2008 Fnet=ma Exam: Bullet and Bob

[compwiz3000]

A bullet of mass m_1 strikes a pendulum of mass m_2 suspended from a pivot by a string of length L with a horizontal velocity v_0. The collision is perfectly inelastic and the bullet sticks to the bob. Find the minimum velocity v_0 such that the bob (with the bullet inside) completes a circular vertical loop.

What did I do wrong:
Using conservation of momentum, we have
m_1 v_0 = \left(m_1+m_2\right) v_n.
Then
v_n=\frac{m_1 v_0}{m_1+m_2}
and
0=v_n^2+2a dx.
Then
v_n^2=-2 \int_0^\pi -g \sin \theta L d \theta?
I think that's where I screwed up?
If I follow my wrong steps, I end up with
v_0=\left(m_1+m_2\right)2 \sqrt{Lg}/m_1,
but that's not the answer.

 

[adriank]

This seems to be a bit of a trick question. The string is not rigid; it cannot provide an outward force at the top, so at the top of the loop the pendulum better have enough speed to not fall down. Your solution is correct if the string was replaced by a rigid rod.

For brevity I'll write M = m₁ + m₂. The speed required at the top of the loop is that for uniform circular motion with acceleration g: v_{top}^2/L = g, so at this point its kinetic energy is M v_{top}^2/2 = MgL/2. At the minimum initial speed, the kinetic energy the pendulum and bullet have must equal the difference in potential energy at the top and bottom, plus this kinetic energy:

\frac12 M v_n^2 = 2MgL + \frac12 MgL = \frac52 MgL
v_n = \sqrt{5gL}
v_0 = \frac{M}{m_1} v_n = \frac{m_1 + m_2}{m_1} \sqrt{5gL}.

 

[compwiz3000]

Thanks.

Also, in my original solution, I wasn't sure if it was correct to say
v_n^2+2a\, dx = 0
Can I just put that dx in there? I kind of just guessed that I could do that.
Can somebody more rigorously do my solution for a rigid rod?

Also, can you elaborate on this?
"At the minimum initial speed, the kinetic energy the pendulum and bullet have must equal the difference in potential energy at the top and bottom, plus this kinetic energy"
I didn't understand what you were referring to in the equations.

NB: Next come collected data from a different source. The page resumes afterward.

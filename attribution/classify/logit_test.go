package classify

import (
	"math"
	"testing"
)

// TestLogit checks Logit against log(p/(1−p)) computed by hand (analytic):
// logit(1/4) = −log 3, logit(1/2) = 0, and the clipped ends
// ∓log((1−10⁻⁶)/10⁻⁶).
func TestLogit(t *testing.T) {
	end := math.Log((1 - ProbabilityClip) / ProbabilityClip)
	for _, c := range []struct{ p, want float64 }{
		{0.25, -math.Log(3)},
		{0.5, 0},
		{0.75, math.Log(3)},
		{0, -end},
		{1e-9, -end},
		{1, end},
		{1 - 1e-12, end},
	} {
		if got := Logit(c.p); math.Abs(got-c.want) > 1e-12 {
			t.Errorf("Logit(%g) = %.15g, want %.15g", c.p, got, c.want)
		}
	}
	if !math.IsNaN(Logit(math.NaN())) {
		t.Error("Logit(NaN) is not NaN")
	}
}
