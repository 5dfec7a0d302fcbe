package classify

import (
	"math/rand/v2"
	"slices"
	"sort"
	"testing"

	"gonum.org/v1/gonum/mat"
)

func TestBoostEdges(t *testing.T) {
	cases := []struct {
		name    string
		sorted  []float64
		maxBins int
		want    []float64
	}{
		// One bin per distinct value, edges at midpoints (definition).
		{"one-hot", []float64{0, 0, 0, 1, 1}, 255, []float64{0.5}},
		{"constant", []float64{3, 3, 3}, 255, []float64{}},
		{"three values", []float64{-1, 0, 0, 2}, 255, []float64{-0.5, 1}},
		{"empty", nil, 255, nil},
		// Four distinct values, two bins: the single edge is the midpoint
		// of the order statistics around the median (m = 4, j = 2).
		{"quantile", []float64{1, 2, 3, 4}, 2, []float64{2.5}},
		// A heavy tie: edges that fall inside it merge into one.
		{"tie", []float64{0, 1, 5, 5, 5, 5, 5, 9}, 3, []float64{5}},
	}
	for _, c := range cases {
		t.Run(c.name, func(t *testing.T) {
			got := boostEdges(c.sorted, c.maxBins)
			if len(got) != len(c.want) || !slices.Equal(got, c.want) && len(c.want) > 0 {
				t.Errorf("boostEdges(%v, %d) = %v, want %v", c.sorted, c.maxBins, got, c.want)
			}
		})
	}
}

// TestBoostEdgesQuantiles checks that 255 quantile bins of a continuous
// sample hold equal counts: n/255 rows each up to rounding (definition of
// quantiles; the sample has no ties).
func TestBoostEdgesQuantiles(t *testing.T) {
	rng := rand.New(rand.NewPCG(1, 1))
	const n = 25500
	v := make([]float64, n)
	for i := range v {
		v[i] = rng.ExpFloat64()
	}
	slices.Sort(v)
	edges := boostEdges(v, 255)
	if len(edges) != 254 {
		t.Fatalf("%d edges, want 254", len(edges))
	}
	counts := make([]int, 255)
	for _, x := range v {
		counts[boostBinOf(edges, x)]++
	}
	for b, c := range counts {
		if c < n/255-1 || c > n/255+1 {
			t.Errorf("bin %d holds %d rows, want %d ± 1", b, c, n/255)
		}
	}
}

// TestBoostBinOf compares the branch-free search with the standard
// library's sort.SearchFloat64s (reference): the bin is the number of edges
// strictly below v.
func TestBoostBinOf(t *testing.T) {
	rng := rand.New(rand.NewPCG(2, 2))
	for _, m := range []int{0, 1, 2, 3, 7, 8, 100, 254} {
		edges := make([]float64, m)
		for i := range edges {
			edges[i] = float64(i) * 0.5
		}
		for range 2000 {
			v := float64(rng.IntN(2*m+4))*0.25 - 1 // hits edges exactly too
			want := sort.SearchFloat64s(edges, v)
			if got := boostBinOf(edges, v); int(got) != want {
				t.Fatalf("m=%d v=%v: bin %d, want %d", m, v, got, want)
			}
		}
	}
}

// TestBoostBinningPacksRows checks the packed layout against a direct
// per-feature search for a matrix with more than eight columns (two words
// per row) and that "bin ≤ b" agrees with "v ≤ edges[b]".
func TestBoostBinningPacksRows(t *testing.T) {
	rng := rand.New(rand.NewPCG(3, 3))
	const n, p = 500, 11
	x := mat.NewDense(n, p, nil)
	for i := range n {
		for j := range p {
			x.Set(i, j, float64(rng.IntN(3+j*40)))
		}
	}
	rows := make([]int32, n)
	for i := range rows {
		rows[i] = int32(i)
	}
	b := newBoostBinning(x, rows, 255, 1, 0)
	packed := b.binRows(x, rows, 0)
	W := boostWords(p)
	for i := range n {
		for f := range p {
			got := boostBinAt(packed[i*W:(i+1)*W], f)
			v := x.At(i, f)
			if want := sort.SearchFloat64s(b.edges[f], v); int(got) != want {
				t.Fatalf("row %d feature %d: bin %d, want %d", i, f, got, want)
			}
			for e, edge := range b.edges[f] {
				if (int(got) <= e) != (v <= edge) {
					t.Fatalf("row %d feature %d: bin %d vs edge %d (%v) disagrees for v=%v", i, f, got, e, edge, v)
				}
			}
		}
	}
	if b.offsets[p] != b.offsets[p-1]+len(b.edges[p-1])+1 {
		t.Errorf("offsets %v inconsistent with edges", b.offsets)
	}
}

func BenchmarkBoostBinRows(b *testing.B) {
	x, _ := boostBenchData(160_000, 6, 7)
	rows := make([]int32, 160_000)
	for i := range rows {
		rows[i] = int32(i)
	}
	for b.Loop() {
		bn := newBoostBinning(x, rows, 255, 1, 0)
		bn.binRows(x, rows, 0)
	}
}
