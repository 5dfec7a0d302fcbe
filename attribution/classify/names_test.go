package classify

import (
	"errors"
	"slices"
	"strconv"
	"strings"
	"testing"
)

// TestLearners: every choice maps to the learners it names, in order, and
// each learner reports the name it was chosen by.
func TestLearners(t *testing.T) {
	cases := []struct {
		choice string
		want   []string // nil: an *UnknownLearnerError naming bad
		bad    string
	}{
		{"linear", []string{"linear"}, ""},
		{"expanded", []string{"expanded"}, ""},
		{"boosted", []string{"boosted"}, ""},
		{"auto", []string{"linear", "expanded", "boosted"}, ""},
		{"boosted+linear", []string{"boosted", "linear"}, ""},
		{"forest", nil, "forest"},
		{"linear+", nil, ""},
		{"Linear", nil, "Linear"},
	}
	for _, c := range cases {
		ls, err := Learners(c.choice)
		if c.want == nil {
			var unknown *UnknownLearnerError
			if !errors.As(err, &unknown) || unknown.Name != c.bad || !strings.Contains(err.Error(), strconv.Quote(c.bad)) {
				t.Errorf("%q: error %v, want one naming %q", c.choice, err, c.bad)
			}
			continue
		}
		if err != nil {
			t.Fatalf("%q: %v", c.choice, err)
		}
		if got := NamesOf(ls); !slices.Equal(got, c.want) {
			t.Errorf("%q: learners %v, want %v", c.choice, got, c.want)
		}
	}
	if auto, _ := Learners(Auto); !slices.Equal(NamesOf(auto), Names()) {
		t.Errorf("auto offers %v, want Names() %v", NamesOf(auto), Names())
	}
}

// TestChoices: the words for what Learners accepts, as the accuracy study's
// -learners error printed them before classify owned the names (its
// learners.go at 07b2ed3).
func TestChoices(t *testing.T) {
	if got, want := Choices(), `linear, expanded, boosted, a "+"-joined set, or auto`; got != want {
		t.Errorf("Choices() = %q, want %q", got, want)
	}
}
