package classify

import (
	"math"

	"github.com/gapwise/gapwise/internal/workers"
)

// The boosting rounds use the gradient and hessian of the weighted
// logistic loss ℓ = w·[log(1+e^z) − y·z] at the current log-odds z:
// g = ∂ℓ/∂z = w·(σ(z) − y), h = ∂²ℓ/∂z² = w·σ(z)·(1 − σ(z)). They are
// stored in single precision (relative rounding 6e-8, far below the
// sampling noise of any split) to shrink the bytes moved per row; all sums
// are accumulated in double precision.

// boostBin accumulates the gradient, hessian and row count of the rows of a
// tree node that fall into one bin of one feature.
type boostBin struct {
	g, h float64
	n    int
}

// boostTreeConfig holds the growth limits of one tree.
type boostTreeConfig struct {
	maxLeaves, maxDepth int
	minRows             int     // rows on each side of a split
	minHessian          float64 // hessian sum on each side of a split
	l2                  float64 // λ in the leaf value −G/(H+λ)
	rate                float64 // shrinkage applied to every leaf value
	threads             int     // goroutines for gradients and histograms
}

// boostNode is a node of a fitted tree. Rows with x[feat] ≤ thr (bins:
// bin ≤ bin) go to child left, the others to left+1. A leaf points to itself
// with thr = +Inf and bin = 255, so walking a fixed number of steps past a
// leaf stays on it; this makes prediction branch-free.
type boostNode struct {
	thr   float64
	feat  int32
	left  int32
	bin   uint8
	value float64 // leaf value, 0 for inner nodes
}

// boostTree is one fitted regression tree; nodes[0] is the root and depth is
// the longest root-to-leaf path.
type boostTree struct {
	nodes []boostNode
	depth int
}

// boostSplit is the best split found for a node: rows with bin ≤ bin of
// feature feat go left, with gradient, hessian and row sums gl, hl, nl.
type boostSplit struct {
	gain   float64
	feat   int
	bin    int
	gl, hl float64
	nl     int
}

// boostLeaf is a node of the tree being grown: it owns the training rows at
// positions start … end−1 of the grower's position-ordered arrays.
type boostLeaf struct {
	node       int32
	start, end int
	g, h       float64
	depth      int
	hist       []boostBin // nil once released
	split      boostSplit // valid when split.gain > 0
	applied    bool       // leaf value already added to z (rows not partitioned)
}

// boostGrower grows regression trees on binned training rows by best-first
// (leaf-wise) splitting: at every step the leaf whose best split lowers the
// second-order loss the most is split, until maxLeaves leaves exist or no
// split is allowed. The gain of splitting a node with sums (G, H) into
// (G_L, H_L) and (G_R, H_R) is
//
//	gain = G_L²/(H_L+λ) + G_R²/(H_R+λ) − G²/(H+λ),
//
// the decrease in the Newton approximation of the loss (Friedman 2001,
// "Greedy function approximation: a gradient boosting machine"; Chen &
// Guestrin 2016, "XGBoost: a scalable tree boosting system", eq. 7), and a
// leaf's value is −rate·G/(H+λ). The histogram of the larger child is the
// parent's minus the smaller child's (Ke et al. 2017, "LightGBM").
//
// The training rows' bins are stored in position order: splitting a node
// partitions its rows' 16-byte records (bins and row number) physically
// (stably), so each node's rows are contiguous and histogram building
// streams through memory. Gradients, hessians, odds and weights stay in
// row order and are looked up by row number; they fit in cache at the
// sizes where partitioning dominates, and keeping them out of the records
// halves the bytes each partition moves.
type boostGrower struct {
	p, words int
	binning  *boostBinning
	recs     []boostRec
	gh       []boostGH // per training row
	odds     []float64 // per training row: e^z at the running log-odds z, see boostClampOdds
	sw       []float64 // per training row: signed weight, +w for y = 1, −w for y = 0
	hi       []uint64  // bins of features 8, 9, …: words−1 words per position
	cfg      boostTreeConfig
	free     [][]boostBin // released histograms for reuse

	tmp   []boostRec
	tmpHi []uint64
}

// boostRec is one training row of the grower, in position order.
type boostRec struct {
	bins uint64 // bins of features 0…7, byte f holding feature f
	row  int32  // training row: index of gh, odds and sw
}

// boostGH is the gradient and hessian of one training row at its running
// log-odds (see gradients).
type boostGH struct{ g, h float32 }

// The grower keeps each row's odds e^z rather than its log-odds z: a tree
// adds the same value v to z at all rows of a leaf, which multiplies their
// odds by e^v, one exponential per leaf instead of one per row per round
// for σ(z). After t rounds the odds carry a relative rounding error of
// about t·1e-16, far below the single precision of the gradients.
// boostOddsMax bounds the odds to [1/boostOddsMax, boostOddsMax] so that
// they never overflow; beyond e^{±200} both σ(z)(1 − σ(z)) and the gradient
// of the far class are below 1e-87, i.e. 0 in single precision, whatever
// the exact z.
const boostOddsMax = 7.225973768125749e86 // e^200

// boostClampOdds bounds odds to [1/boostOddsMax, boostOddsMax].
func boostClampOdds(o float64) float64 {
	if o > boostOddsMax {
		o = boostOddsMax
	}
	if o < 1/boostOddsMax {
		o = 1 / boostOddsMax
	}
	return o
}

// boostHistChunk is the number of rows whose histogram one goroutine builds.
// The chunks depend only on the node's position range, so the fixed-order
// sum of their histograms is the same whatever GOMAXPROCS is.
const boostHistChunk = 16384

// newBoostGrower builds the grower's records from the packed training bins
// (boostBinning.binRows layout), the initial log-odds z and the signed
// weights sw, all indexed by training row.
func newBoostGrower(bins []uint64, binning *boostBinning, z, sw []float64, cfg boostTreeConfig) *boostGrower {
	p := len(binning.edges)
	W := boostWords(p)
	n := len(z)
	gr := &boostGrower{
		p: p, words: W, binning: binning, cfg: cfg,
		recs: make([]boostRec, n),
		gh:   make([]boostGH, n),
		odds: make([]float64, n),
		sw:   append([]float64(nil), sw...),
		tmp:  make([]boostRec, n),
	}
	for i := range gr.recs {
		gr.recs[i] = boostRec{bins: bins[i*W], row: int32(i)}
		gr.odds[i] = boostClampOdds(math.Exp(z[i]))
	}
	if W > 1 {
		gr.hi = make([]uint64, n*(W-1))
		gr.tmpHi = make([]uint64, n*(W-1))
		for i := range n {
			copy(gr.hi[i*(W-1):(i+1)*(W-1)], bins[i*W+1:(i+1)*W])
		}
	}
	return gr
}

// gradients writes g = w·(σ(z) − y) and h = w·σ(z)(1 − σ(z)) for every
// position, in parallel over fixed blocks (each entry depends on its row
// only). From the odds o = e^z: 1 − σ(z) = q = 1/(1+o) and σ(z) = o·q, so
// both tails are formed without cancellation and without an exponential:
// g = −w·q for y = 1, g = w·o·q for y = 0, and h = w·o·q².
func (gr *boostGrower) gradients() {
	const block = 16384
	n := len(gr.gh)
	workers.For(gr.cfg.threads, (n+block-1)/block, func(_, k int) {
		lo, hi := k*block, min(n, (k+1)*block)
		gh, odds, sw := gr.gh[lo:hi], gr.odds[lo:hi], gr.sw[lo:hi]
		for i := range gh {
			o, s := odds[i], sw[i]
			q := 1 / (1 + o)
			w := math.Abs(s)
			wp := w * o * q // w·σ(z)
			// The class is random from row to row: choose with a bit mask
			// rather than a branch.
			g0, g1 := math.Float64bits(wp), math.Float64bits(-w*q)
			y1 := (math.Float64bits(s) >> 63) - 1 // all ones when sw ≥ 0 (y = 1)
			gh[i] = boostGH{g: float32(math.Float64frombits(g0 ^ ((g0 ^ g1) & y1))), h: float32(wp * q)}
		}
	})
}

// grow fits one tree to the current gradients and adds its leaf values to
// the rows' log-odds z.
func (gr *boostGrower) grow() boostTree {
	gr.gradients()
	var g, h float64
	for _, r := range gr.recs {
		e := gr.gh[r.row]
		g += float64(e.g)
		h += float64(e.h)
	}
	root := boostLeaf{node: 0, start: 0, end: len(gr.recs), g: g, h: h, hist: gr.newHist()}
	gr.buildHist(root.hist, 0, len(gr.recs))
	tree := boostTree{nodes: []boostNode{{}}}
	root.split = gr.bestSplit(&root)

	leaves := []boostLeaf{root}
	for len(leaves) < gr.cfg.maxLeaves {
		best := -1
		for i := range leaves {
			if leaves[i].split.gain > 0 && (best < 0 || leaves[i].split.gain > leaves[best].split.gain) {
				best = i
			}
		}
		if best < 0 {
			break
		}
		final := len(leaves)+1 == gr.cfg.maxLeaves
		left, right := gr.split(&tree, &leaves[best], final)
		leaves[best] = left
		leaves = append(leaves, right)
	}
	for i := range leaves {
		lf := &leaves[i]
		gr.release(lf)
		v := gr.leafValue(lf.g, lf.h)
		tree.nodes[lf.node] = boostNode{thr: math.Inf(1), left: lf.node, bin: math.MaxUint8, value: v}
		tree.depth = max(tree.depth, lf.depth)
		if lf.applied {
			continue
		}
		ev := math.Exp(v)
		odds := gr.odds
		for _, r := range gr.recs[lf.start:lf.end] {
			odds[r.row] = boostClampOdds(odds[r.row] * ev)
		}
	}
	return tree
}

// leafValue is −rate·G/(H+λ).
func (gr *boostGrower) leafValue(g, h float64) float64 {
	return -gr.cfg.rate * g / (h + gr.cfg.l2)
}

// split applies parent's best split: it partitions the parent's rows,
// builds the smaller child's histogram, derives the larger one's by
// subtraction and finds both children's best splits. A child is terminal
// when it can never be split: the tree is full after this split (final),
// or the child reaches maxDepth or has fewer than 2·minRows rows. When both
// children are terminal, the rows are not moved at all: their leaf values
// are added to z in place.
func (gr *boostGrower) split(tree *boostTree, parent *boostLeaf, final bool) (left, right boostLeaf) {
	s := parent.split
	lid := int32(len(tree.nodes))
	tree.nodes[parent.node] = boostNode{
		thr: gr.binning.edges[s.feat][s.bin], feat: int32(s.feat), left: lid, bin: uint8(s.bin),
	}
	tree.nodes = append(tree.nodes, boostNode{}, boostNode{})

	depth := parent.depth + 1
	nr := parent.end - parent.start - s.nl
	terminal := func(rows int) bool {
		return final || depth >= gr.cfg.maxDepth || rows < 2*gr.cfg.minRows
	}
	gl, hl := s.gl, s.hl
	gR, hR := parent.g-s.gl, parent.h-s.hl
	if terminal(s.nl) && terminal(nr) {
		gr.applySplit(parent.start, parent.end, s.feat, uint8(s.bin), gr.leafValue(gl, hl), gr.leafValue(gR, hR))
		gr.release(parent)
		left = boostLeaf{node: lid, g: gl, h: hl, depth: depth, applied: true}
		right = boostLeaf{node: lid + 1, g: gR, h: hR, depth: depth, applied: true}
		return left, right
	}

	mid := gr.partition(parent.start, parent.end, s.feat, uint8(s.bin))
	left = boostLeaf{node: lid, start: parent.start, end: mid, g: gl, h: hl, depth: depth}
	right = boostLeaf{node: lid + 1, start: mid, end: parent.end, g: gR, h: hR, depth: depth}

	small, large := &left, &right
	if right.end-right.start < left.end-left.start {
		small, large = large, small
	}
	small.hist = gr.newHist()
	gr.buildHist(small.hist, small.start, small.end)
	large.hist = parent.hist
	parent.hist = nil
	for i := range large.hist {
		large.hist[i].g -= small.hist[i].g
		large.hist[i].h -= small.hist[i].h
		large.hist[i].n -= small.hist[i].n
	}
	for _, c := range []*boostLeaf{&left, &right} {
		if !terminal(c.end - c.start) {
			c.split = gr.bestSplit(c)
		}
		if c.split.gain <= 0 {
			gr.release(c)
		}
	}
	return left, right
}

// applySplit adds vl to z at positions start … end−1 whose bin of feature f
// is ≤ t and vr to the others (multiplies their odds by e^vl or e^vr).
func (gr *boostGrower) applySplit(start, end, f int, t uint8, vl, vr float64) {
	el, er := math.Exp(vl), math.Exp(vr)
	recs, odds := gr.recs[start:end], gr.odds
	for i, r := range recs {
		e := er
		if gr.binOf(start+i, f) <= t {
			e = el
		}
		odds[r.row] = boostClampOdds(odds[r.row] * e)
	}
}

// binOf returns the bin of feature f at position i.
func (gr *boostGrower) binOf(i, f int) uint8 {
	if f < 8 {
		return uint8(gr.recs[i].bins >> (8 * f))
	}
	return uint8(gr.hi[i*(gr.words-1)+f>>3-1] >> (8 * (f & 7)))
}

EDIT:Wait, 2MgL is just potential energy right?

 

[adriank]

Yeah sorry, 2MgL is the change in potential energy and MgL/2 is the kinetic energy the thing must have at the top.

As for your initial question, what is a?

For the rigid rod, you can drop the MgL/2 term in the energy equation, and your original answer will be correct:
v_0 = 2 \frac{m_1 + m_2}{m_1} \sqrt{gL}.

 

[compwiz3000]

So is my calculus way rigorous or correct? I tried to use v_f^2=v_0^2+2ax in my first attempt...is that wrong?

And for the rigid rod, I can drop the term because I can just have almost 0 kinetic energy at the top, right?

 

[adriank]

Yeah, that won't work since your acceleration isn't constant. It's really easy if you just use energy; that way you don't have to deal with possibly incorrect integrals and all that. You're correct about the 0 kinetic energy.

 

[compwiz3000]

Thanks for the energy solution. I do prefer that solution. I just didn't think of how to do it that way.

Could you also show me a way to do it with integration?